Nas Minas Gerais, por exemplo, as casas de mulheres pobres serviam, ainda, de esconderijo para escravos fugidos e infratores. Quantas mulheres, suas filhas e comadres não comandavam as chamadas “casinhas”, onde, nas regiões de passagem pousavam tropeiros, onde os viajantes paravam para beber cachaça e jogar cartas. Nas cidades, as ditas “casinhas” vendiam “secos e molhados” – farinha, fumo, açúcar, charque – e serviam de ponto de encontro para conversar e contar as novidades. Lavar roupas nos rios, esfregando a sujeira com folhas de babaçu era outro tipo de atividade rendosa em que se empregavam as mulheres chefes de família. Na pintura de viajantes estrangeiros que visitaram o Brasil no início do século sempre aparecem mulheres lavadeiras em plena função. Os filhos pequenos brincavam nas margens e as filhas maiores ajudavam a torcer e a bater a roupa limpa.
Como o sargento-mor Francisco Abreu e Mãe Clara, muitos sitiantes pobres nas zonas rurais também viviam concubinados. No interior da Colônia ou nos vilarejos litorâneos, organizavam-se em grupos para poder sobreviver, “arranchando-se” ou “principiando roças”. A concentração dos membros da família numa casa ou “fogo”, como então se chamava cada unidade residencial, era grande. Um exemplo é o de Joana da Silva, cega e muito pobre, e seu companheiro, Sebastião. Moradores de Ubatuba, no litoral paulista, viviam em 1801, com filhos e netos solteiros, mais um escravo velho de 65 anos, o Antônio. Todos plantavam mandioca sendo que dois netos pescavam tainhas e pescadinhas para vender na vila de Santos. Assim, nas famílias de camponeses pobres, escravos como Antônio complementavam a mão de obra. O mesmo acontecia com agregados, ou seja, parentes ou compadres pobres, que trocavam a força de seu braço, por teto e comida. O equilíbrio das famílias era fundamental para a sobrevivência do grupo. Os filhos, na maior parte das vezes, moravam nas terras dos pais e os ajudavam no plantio, colheita e comercialização. As mulheres ocupavam-se com os afazeres do dia a dia: fazer cerâmica, cuidar da criação, ajudar na roça, cozinhar,etc. – Mary del Priore.

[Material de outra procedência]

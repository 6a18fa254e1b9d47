/** Conformity, deviations, what the customer supplied, statements, and the proof of origin. */
import type { CertificateDocument, CertificateSnapshot } from '@strainwright/common/contract/certificates';
import type { Content } from 'pdfmake/interfaces';
import { issueName, momentOf, SYMBOLS } from '../wording';
import { facts, heading, INK, rule, ruledTable } from './style';

export function closing(snapshot: CertificateSnapshot): Content[] {
  return [...conformity(snapshot), heading('Deviations from the methods'), { text: snapshot.deviations === '' ? 'None.' : snapshot.deviations, fontSize: 8.5 }, ...supplied(snapshot), ...statements(snapshot)];
}

const RULES = {
  simple: 'simple acceptance: the value itself is compared with the limit; near a limit the risk of a wrong statement is up to 50 %',
  'guard band': 'guard band of the expanded uncertainty: risk of false acceptance at most 2.5 %',
  'one-sided 5 %': 'guard band of 1.645 standard uncertainties: risk of false acceptance at most 5 %',
} as const;

function conformity(snapshot: CertificateSnapshot): Content[] {
  if (snapshot.conformity.length === 0) return [];
  const rules = [...new Set(snapshot.conformity.map((c) => c.rule))];
  return [
    heading('Conformity to the customer’s limits'),
    ruledTable(
      [{ head: 'Specimen', width: 78 }, { head: 'Constant', width: 62 }, { head: 'Decision', width: 88 }, { head: 'Statement', width: '*' }, { head: 'Probability of conformity', width: 62, number: true, right: true }],
      snapshot.conformity.map((c) => [
        { text: c.specimenMark, style: 'number' }, `${SYMBOLS[c.constant]}, ${c.basis}`, { text: c.conforms ? '● conforms' : '○ does not conform', bold: true }, c.statement, probabilityText(c.probability),
      ]),
    ),
    { style: 'note', text: `Decision rules: ${rules.map((r) => `${r}: ${RULES[r]}`).join('; ')}.` },
  ];
}

function probabilityText(p: number): string {
  if (p > 0.9995) return '> 99.9 %';
  return p < 0.0005 ? '< 0.1 %' : `${(100 * p).toFixed(1)} %`;
}

function supplied(snapshot: CertificateSnapshot): Content[] {
  const { order } = snapshot;
  return [
    heading('Data supplied by the customer'),
    { text: [{ text: 'Description of the material: ', style: 'label' }, order.materialDescription], fontSize: 8.5 },
    ...(order.customerReference === '' ? [] : [{ text: [{ text: 'Customer’s reference: ', style: 'label' }, order.customerReference], fontSize: 8.5, margin: [0, 2, 0, 0] as [number, number, number, number] }]),
    { style: 'note', text: 'These, the sampling dates and samplers marked †, and any limits, were supplied by the customer. They can affect the validity of the results, and the laboratory does not answer for them.' },
  ];
}

function statements(snapshot: CertificateSnapshot): Content[] {
  return [heading('Statements'), { ul: snapshot.statements.map((text) => ({ text, margin: [0, 0, 0, 2] })), fontSize: 8.5, markerColor: INK }];
}

/** Signature, digest and QR code; kept together on one page. */
export function proof(document: CertificateDocument): Content {
  const { snapshot, sha256, signature } = document;
  return {
    unbreakable: true,
    stack: [
      heading('Released'),
      facts([['Released by', snapshot.releasedBy], ['On behalf of', snapshot.laboratory.name], ['At', `${momentOf(snapshot.issuedAt, snapshot.laboratory.timeZone)} (${snapshot.laboratory.timeZone})`]], 3),
      heading('Check this certificate'),
      {
        columnGap: 14,
        columns: [
          { width: 84, qr: verificationAddress(snapshot), fit: 84, foreground: INK, eccLevel: 'M' },
          {
            width: '*',
            stack: [
              { fontSize: 8.5, text: ['Scan, or open ', { text: snapshot.verification.url, font: 'RobotoMono', fontSize: 8 }, ' and type number and code; or hand in this file there.'] },
              { margin: [0, 4, 0, 4], text: [{ text: `${snapshot.number}   code `, font: 'RobotoMono', fontSize: 9 }, { text: snapshot.verification.code, font: 'RobotoMono', bold: true, fontSize: 11 }] },
              { style: 'proof', text: `SHA-256 of the content (RFC 8785)  ${sha256}` },
              { style: 'proof', text: `Ed25519 signature, key ${signature.keyId}` },
              { style: 'proof', text: signature.value },
            ],
          },
        ],
      },
      endMark(snapshot),
    ],
  };
}

/** Address in the QR code: the public page with number and code filled in. */
export function verificationAddress(snapshot: CertificateSnapshot): string {
  const { url, code } = snapshot.verification;
  return `${url}/${encodeURIComponent(snapshot.number)}?code=${encodeURIComponent(code)}`;
}

export function endMark(snapshot: CertificateSnapshot): Content {
  return { unbreakable: true, margin: [0, 14, 0, 0], stack: [rule(), { text: `End of certificate ${issueName(snapshot)}`, alignment: 'center', fontSize: 8, margin: [0, 4, 0, 0] }] };
}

“Costumes de São Paulo”, Rugendas.
Apreciei sobremaneira saber da existência deste espaço cibernético, que tem como escopo desvelar e refletir, com os vieses especialistas e tarimbados das autoras, fatos que deixaram marcas indeléveis na nossa história.
São iniciativas, como esta, que deixa patente como esta fantástica tecnologia virtual permite interagir com pessoas que a utilizam para difundir conhecimento e troca de ideias!
Caloroso abraço! Saudações aprendizes!
Até breve…
João Paulo de Oliveira
Um ser vivente em busca do conhecimento e do bem viver
PS – Aproveito o ensejo para solicitar um artigo que traga à baila usos e costumes relativo ao asseio corporal, principalmente na tenra idade, no tempo que éramos colônia do reino distante além-mar.
Também considero de bom alvitre um artigo que discorra a respeito do hábito de mastigar o alimento e dar aos bebês, que a Mary del Priori cita no esclarecedor livro de sua lavra “Condessa de Barral Paixão do Imperador”.
Obrigada, João Paulo. Já publicamos textos referentes aos temas citados por você, mas fica a sugestão para trazermos mais informações a respeito.